La Conferenza Episcopale Italiana ha aggiornato i dati sulle attività di tutela dei minori e delle persone vulnerabili, evidenziando come oggi tutte le Diocesi del Paese siano dotate di servizi specifici, con centri di ascolto e percorsi di formazione per il personale pastorale. Si tratta di una rete strutturata che coinvolge 184 Diocesi, 16 servizi regionali e 103 Centri di Ascolto attivi. Un impegno capillare che nel biennio 2023-2024 ha raggiunto oltre 42.000 operatori pastorali, sacerdoti, religiosi ed educatori, con un totale di 781 incontri formativi nel solo 2024. Questo lavoro procede di pari passo con la collaborazione con la società civile, in crescita negli ultimi anni, per promuovere una cultura della prevenzione a 360 gradi e contrastare ogni forma di abuso sui più fragili.

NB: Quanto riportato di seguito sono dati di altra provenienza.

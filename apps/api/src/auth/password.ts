import { hash, verify } from '@node-rs/argon2';

/**
 * argon2id with m = 19456 KiB, t = 2, p = 1: the OWASP Password Storage Cheat Sheet's first
 * recommended argon2id setting (from memory).
 */
const argon2idOptions = {
  algorithm: 2, // Algorithm.Argon2id (a const enum in the typings)
  memoryCost: 19_456,
  timeCost: 2,
  parallelism: 1,
} as const;

export function hashPassword(password: string): Promise<string> {
  return hash(password, argon2idOptions);
}

export async function verifyPassword(passwordHash: string, password: string): Promise<boolean> {
  try {
    return await verify(passwordHash, password);
  } catch {
    return false;
  }
}

let dummyHash: Promise<string> | undefined;

/** Spends the same time as a real check, so an unknown e-mail cannot be told apart by timing. */
export async function verifyAgainstNothing(password: string): Promise<false> {
  dummyHash ??= hashPassword('millrace-timing-equaliser');
  await verifyPassword(await dummyHash, password);
  return false;
}
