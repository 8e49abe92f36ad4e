import { CaughtMailPage } from '@/features/caught-mail';

export default function CaughtMailRoute() {
  return <CaughtMailPage />;
}
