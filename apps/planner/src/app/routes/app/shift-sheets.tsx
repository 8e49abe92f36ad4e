import { ShiftSheetsPage } from '@/features/shift-sheets';
import { useMe } from '@/lib/auth';

export default function ShiftSheetsRoute() {
  const me = useMe();
  if (!me.data) return null;
  return <ShiftSheetsPage role={me.data.role} />;
}
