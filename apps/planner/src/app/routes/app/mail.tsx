import { MailPage } from '@/features/mail';

export default function MailRoute() {
  return <MailPage />;
}
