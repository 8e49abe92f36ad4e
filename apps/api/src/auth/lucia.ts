import { Lucia, TimeSpan } from 'lucia';
import { Mysql2Adapter } from '@lucia-auth/adapter-mysql';
import type { Pool } from 'mysql2/promise';
import type { DataSource } from 'typeorm';
import type { Role } from '@millrace/contracts';

/** Name of the session cookie. */
export const sessionCookieName = 'millrace_session';
/** A session lives this long after its last use (lucia extends it when half is used up). */
export const sessionLifetime = new TimeSpan(12, 'h');

/** Columns of `person` that lucia reads with every session (SELECT person.*). */
interface PersonColumns {
  email: string;
  name: string;
  role: Role;
  active: number | boolean;
}

/**
 * lucia v3 over @lucia-auth/adapter-mysql. The adapter runs its SQL through the TypeORM data
 * source (same mysql2 pool, same UTC time zone, same reconnect behaviour), so there is one pool
 * per process and a database outage surfaces as the usual 503.
 */
export function createLucia(dataSource: DataSource, publicUrl: string) {
  const pool = {
    query: async (sql: string, args: unknown[]) => [await dataSource.query(sql, args)],
    execute: async (sql: string, args: unknown[]) => [await dataSource.query(sql, args)],
  } as unknown as Pool;
  const adapter = new Mysql2Adapter(pool, { user: 'person', session: 'session' });
  return new Lucia(adapter, {
    sessionExpiresIn: sessionLifetime,
    sessionCookie: {
      name: sessionCookieName,
      expires: false, // a browser-session cookie; the server-side session still expires
      attributes: { secure: publicUrl.startsWith('https:'), sameSite: 'lax' },
    },
    getUserAttributes: (a) => ({
      email: a.email,
      name: a.name,
      role: a.role,
      active: a.active === true || Number(a.active) === 1,
    }),
  });
}

export type AppLucia = ReturnType<typeof createLucia>;

declare module 'lucia' {
  interface Register {
    Lucia: AppLucia;
    DatabaseUserAttributes: PersonColumns;
    UserId: number;
  }
}
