import { createRequire } from 'node:module';
import { passwordMinLength } from '@millrace/contracts';
import { AppError } from '../http/app-error';

const require = createRequire(import.meta.url);
/** Mozilla's list of the 50 000 most common passwords of 8+ characters (fxa-common-password-list). */
const commonPasswords = require('fxa-common-password-list') as { test(password: string): boolean };

export type PasswordVerdict = { outcome: 'acceptable' } | { outcome: 'rejected'; reason: string };

/**
 * The password policy (issue 6): at least 12 characters, not on a common-password list, and not
 * the person's own e-mail or name.
 */
export function judgePassword(password: string, person: { email: string; name?: string }): PasswordVerdict {
  if ([...password].length < passwordMinLength) {
    return { outcome: 'rejected', reason: `Use at least ${passwordMinLength} characters.` };
  }
  const lower = password.toLowerCase();
  if (commonPasswords.test(password) || commonPasswords.test(lower)) {
    return { outcome: 'rejected', reason: 'This password is on a list of commonly used passwords; choose another.' };
  }
  const email = person.email.toLowerCase();
  const local = email.split('@')[0];
  const name = person.name?.trim().toLowerCase();
  if (lower === email || lower === local || (name && lower.replace(/\s+/g, '') === name.replace(/\s+/g, ''))) {
    return { outcome: 'rejected', reason: 'Do not use your e-mail address or name as the password.' };
  }
  return { outcome: 'acceptable' };
}

/** Throws 400 validation_failed on the given field path when the policy rejects the password. */
export function assertPasswordAcceptable(password: string, person: { email: string; name?: string }, fieldPath: string): void {
  const verdict = judgePassword(password, person);
  if (verdict.outcome === 'rejected') {
    throw AppError.validation('The password does not meet the policy.', [{ path: fieldPath, message: verdict.reason }]);
  }
}
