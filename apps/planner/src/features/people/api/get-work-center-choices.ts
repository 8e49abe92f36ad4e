import { queryOptions, useQuery } from '@tanstack/react-query';
import { maxPageSize, type WorkCenterPage } from '@millrace/contracts';
import { api } from '@/lib/api-client';

/** A work center as the people page offers it for a floor lead. */
export type WorkCenterChoice = { id: number; code: string; name: string };

/** GET /api/work-centers (every signed-in role reads master data): all of them, by code. */
export const getWorkCenterChoices = async (): Promise<WorkCenterChoice[]> => {
  const page = await api.get<WorkCenterPage>('/api/work-centers', { params: { pageSize: maxPageSize, sort: 'code', dir: 'asc' } });
  return page.items.map(({ id, code, name }) => ({ id, code, name }));
};

export const workCenterChoicesQueryOptions = () => queryOptions({ queryKey: ['work-centers', 'choices'], queryFn: getWorkCenterChoices });

/** Loaded only when needed (someone on the page is or was given work centers). */
export const useWorkCenterChoices = (enabled: boolean) => useQuery({ ...workCenterChoicesQueryOptions(), enabled });
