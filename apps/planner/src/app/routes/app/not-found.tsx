import { Link } from 'react-router-dom';
import { EmptyState } from '@/components/ui/empty-state';
import { paths } from '@/config/paths';

export default function NotFoundRoute() {
  return (
    <EmptyState
      title="There is no page at this address"
      action={
        <Link className="text-race-700 underline" to={paths.home.getHref()}>
          Go to the home page
        </Link>
      }
    >
      The link may be old, or the page may belong to another role.
    </EmptyState>
  );
}
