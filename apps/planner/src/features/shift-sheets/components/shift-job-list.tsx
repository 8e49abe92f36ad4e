import type { SheetJob, SheetWorkCenter, ShiftSheet } from '@millrace/contracts';
import { carriedFromWords, clockOf, upperFirst, formatDay, formatMinutes, formatQuantityUnit, formatWeekOf, shiftLabel } from '../sheet-words';

/** Notes of a job in words: overtime, carried over from an earlier week, continuation, orders and due week. */
export function jobNotes(j: SheetJob): string[] {
  const notes: string[] = [];
  if (j.overtime) notes.push('Overtime');
  if (j.carriedFromWeek) notes.push(upperFirst(carriedFromWords(j.carriedFromWeek)));
  if (j.continued) notes.push('Continued from the previous shift');
  if (j.orderRefs.length > 0) notes.push(`Orders ${j.orderRefs.join(', ')}`);
  if (j.dueWeek) notes.push(`Due ${formatWeekOf(j.dueWeek)}`);
  return notes;
}

function ShiftTable({ sheet }: { sheet: ShiftSheet }) {
  const caption = `${sheet.workCenter}, ${formatDay(sheet.date)}, ${shiftLabel(sheet.shift, sheet.shiftStart, sheet.shiftEnd)}`;
  return (
    <div className="rounded border border-line bg-panel">
      <div className="flex flex-wrap items-baseline justify-between gap-2 border-b border-line bg-race-50 px-2 py-1.5">
        <h4 className="font-semibold">
          {formatDay(sheet.date)} · {shiftLabel(sheet.shift, sheet.shiftStart, sheet.shiftEnd)}
          {sheet.overtimeEnd ? <span className="ml-2 rounded border border-over-700 px-1 text-sm text-over-700">OT to {clockOf(sheet.overtimeEnd)}</span> : null}
        </h4>
        <span className="text-sm text-ink-soft">
          Planned {formatMinutes(sheet.plannedMinutes)} of {formatMinutes(sheet.availableMinutes)}
          {sheet.overtimeMinutes > 0 ? ` + ${formatMinutes(sheet.overtimeMinutes)} overtime` : ''}
        </span>
      </div>
      <table className="w-full border-collapse text-sm">
        <caption className="sr-only">{caption}</caption>
        <thead>
          <tr className="text-left">
            {['Seq', 'Product', 'Op', 'Quantity', 'Setup', 'Start', 'Finish', 'Next', 'Notes'].map((h) => (
              <th key={h} scope="col" className={`border-b border-line px-2 py-1 ${h === 'Quantity' ? 'text-right' : ''}`}>
                {h}
              </th>
            ))}
          </tr>
        </thead>
        <tbody>
          {sheet.jobs.map((j) => (
            <tr key={`${j.sequence}`} className="border-b border-line/60 align-top">
              <td className="px-2 py-1 tabular-nums">{j.sequence}</td>
              <td className="px-2 py-1">
                <span className="font-semibold">{j.product}</span> {j.productName}
                {j.materials.length > 0 ? (
                  <span className="block text-xs text-ink-soft">Issue: {j.materials.map((m) => `${formatQuantityUnit(m.quantity, m.unit)} ${m.item}`).join(', ')}</span>
                ) : null}
              </td>
              <td className="px-2 py-1 tabular-nums">{j.operation}</td>
              <td className="px-2 py-1 text-right tabular-nums">
                {formatQuantityUnit(j.quantity, j.unit)}
              </td>
              <td className="px-2 py-1">{j.setupMinutes > 0 ? `${formatMinutes(j.setupMinutes)} from ${clockOf(j.setupStart)}` : '—'}</td>
              <td className="px-2 py-1 tabular-nums">{clockOf(j.start)}</td>
              <td className="px-2 py-1 tabular-nums">
                {clockOf(j.end)}
                {j.end.slice(0, 10) !== j.start.slice(0, 10) ? ' (next day)' : ''}
              </td>
              <td className="px-2 py-1">{j.nextWorkCenter ? `${j.nextWorkCenter} ${j.nextWorkCenterName ?? ''}` : 'Finished'}</td>
              <td className="px-2 py-1">
                {jobNotes(j).map((n) => (
                  <span key={n} className={`mr-1 inline-block ${n === 'Overtime' ? 'rounded border border-over-700 px-1 font-semibold text-over-700' : n.startsWith('Carried over') ? 'rounded border border-dashed border-ink px-1 font-semibold' : ''}`}>
                    {n === 'Overtime' ? '⏱ Overtime' : n}
                  </span>
                ))}
              </td>
            </tr>
          ))}
        </tbody>
      </table>
    </div>
  );
}

/** The work list of one work center for the week, shift by shift in run order. */
export function ShiftJobList({ workCenter }: { workCenter: SheetWorkCenter }) {
  if (workCenter.days.length === 0) return <p className="text-sm text-ink-soft">No work is planned on {workCenter.code} this week.</p>;
  return (
    <div className="flex flex-col gap-3">
      {workCenter.days.flatMap((d) => d.shifts).map((s) => (
        <ShiftTable key={`${s.date}-${s.shift}`} sheet={s} />
      ))}
    </div>
  );
}
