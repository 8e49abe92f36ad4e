import { WorkCenterNewPage } from '@/features/work-centers';

export default function WorkCenterNewRoute() {
  return <WorkCenterNewPage />;
}
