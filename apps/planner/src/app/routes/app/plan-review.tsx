import { useParams } from 'react-router-dom';
import { PlanReviewPage } from '@/features/plans/review';
import { useMe } from '@/lib/auth';
import NotFoundRoute from './not-found';
import { parseIdParam } from './parse-id-param';

export default function PlanReviewRoute() {
  const me = useMe();
  const id = parseIdParam(useParams().planId);
  if (id === null || !me.data) return <NotFoundRoute />;
  return <PlanReviewPage key={id} planId={id} role={me.data.role} />;
}
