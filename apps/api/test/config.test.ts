import { describe, expect, it } from 'vitest';
import { ConfigError, loadConfig } from '../src/config';

describe('configuration', () => {
  it('when only the database name and user are set, then the documented defaults apply', () => {
    const config = loadConfig({ DB_NAME: 'millrace', DB_USER: 'millrace' });
    expect(config.http).toEqual({ host: '127.0.0.1', port: 8080, publicUrl: 'http://127.0.0.1:8080' });
    expect(config.db).toMatchObject({ host: '127.0.0.1', name: 'millrace', user: 'millrace', password: '' });
    expect(config.smtp.secure).toBe(false);
    expect(config.plannerDist).toBeUndefined();
  });

  it('when variables are bad or missing, then one ConfigError names every one of them', () => {
    let error: unknown;
    try {
      loadConfig({ DB_PORT: 'abc', PORT: '70000', PUBLIC_URL: 'not a url', SMTP_SECURE: 'maybe' });
    } catch (err) {
      error = err;
    }
    expect(error).toBeInstanceOf(ConfigError);
    const message = (error as Error).message;
    for (const name of ['DB_NAME', 'DB_USER', 'DB_PORT', 'PORT', 'PUBLIC_URL', 'SMTP_SECURE']) expect(message).toContain(name);
  });

  it('when PUBLIC_URL ends with a slash or empty strings are given, then it is trimmed and defaults still apply', () => {
    const config = loadConfig({ DB_NAME: 'm', DB_USER: 'u', PUBLIC_URL: 'https://plan.example.com/', PORT: '' });
    expect(config.http.publicUrl).toBe('https://plan.example.com');
    expect(config.http.port).toBe(8080);
  });
});
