import { useParams } from 'react-router-dom';
import { WorkCenterEditorPage } from '@/features/work-centers';
import { useMe } from '@/lib/auth';
import { can } from '@/lib/authorization';
import NotFoundRoute from './not-found';
import { parseIdParam } from './parse-id-param';

export default function WorkCenterRoute() {
  const me = useMe();
  const id = parseIdParam(useParams().workCenterId);
  if (id === null) return <NotFoundRoute />;
  return <WorkCenterEditorPage key={id} workCenterId={id} canEdit={can(me.data?.role, 'write:master-data')} />;
}
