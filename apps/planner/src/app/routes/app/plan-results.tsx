import { useParams } from 'react-router-dom';
import { PlanResultsPage } from '@/features/plans/results';
import NotFoundRoute from './not-found';
import { parseIdParam } from './parse-id-param';

/** The results route: the only one that loads the charts library. */
export default function PlanResultsRoute() {
  const id = parseIdParam(useParams().planId);
  if (id === null) return <NotFoundRoute />;
  return <PlanResultsPage key={id} planId={id} />;
}
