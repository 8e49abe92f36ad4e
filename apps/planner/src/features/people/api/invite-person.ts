import { useMutation, useQueryClient } from '@tanstack/react-query';
import { invitationCreateSchema, type InvitationCreate, type InvitationSent } from '@millrace/contracts';
import { api } from '@/lib/api-client';
import { peopleQueryOptions } from './get-people';

export { invitationCreateSchema };

/** POST /api/invitations (admin): the person gets an e-mail with a single-use link to choose a password. */
export const invitePerson = (body: InvitationCreate): Promise<InvitationSent> => api.post<InvitationSent>('/api/invitations', body);

export function useInvitePerson() {
  const queryClient = useQueryClient();
  return useMutation({
    mutationFn: invitePerson,
    onSuccess: () => queryClient.invalidateQueries({ queryKey: peopleQueryOptions().queryKey }),
  });
}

Il ruolo della Chiesa catanese
All’interno di questo quadro nazionale si inserisce il lavoro costante del Servizio Tutela Minori e Persone Vulnerabili della Diocesi di Catania, che assicura formazione continua alle parrocchie e a tutte le realtà ecclesiali del territorio. Il Servizio si impegna non solo nella prevenzione, ma anche nell’accoglienza attraverso un Centro di Ascolto dedicato, dove è possibile trovare sostegno e segnalare situazioni critiche legate all’ambiente ecclesiale. Il 18 novembre il Servizio, insieme alla Consulta delle Aggregazioni Laicali, ha promosso una Veglia di Preghiera per le vittime e i sopravvissuti agli abusi. A presiederla è stato il Vicario Generale, monsignor Vincenzo Branchina, che ha ribadito la volontà della comunità catanese di garantire che ogni persona possa sentirsi al sicuro e rispettata negli spazi ecclesiali. Durante l’incontro, la Referente diocesana, avvocato Remigia D’Agata, ha illustrato le attività del Servizio e presentato il Manifesto informativo che verrà affisso stabilmente in tutte le parrocchie e negli oratori. Il documento riporta i contatti del Centro di Ascolto, il numero telefonico dedicato e l’indirizzo email a cui rivolgersi in caso di necessità, così da rendere il Servizio facilmente accessibile a tutti.
Una presenza che vuole essere sempre più vicina
La Diocesi di Catania continua così a rafforzare una cultura della tutela, partecipando attivamente al percorso intrapreso dalla Chiesa italiana. L’obiettivo è quello di essere una comunità sempre più attenta, prevenendo i rischi e sostenendo concretamente chi ha vissuto esperienze difficili. Un segno chiaro di attenzione verso i più fragili, perché ogni comunità sia davvero un luogo sicuro di accoglienza e cura.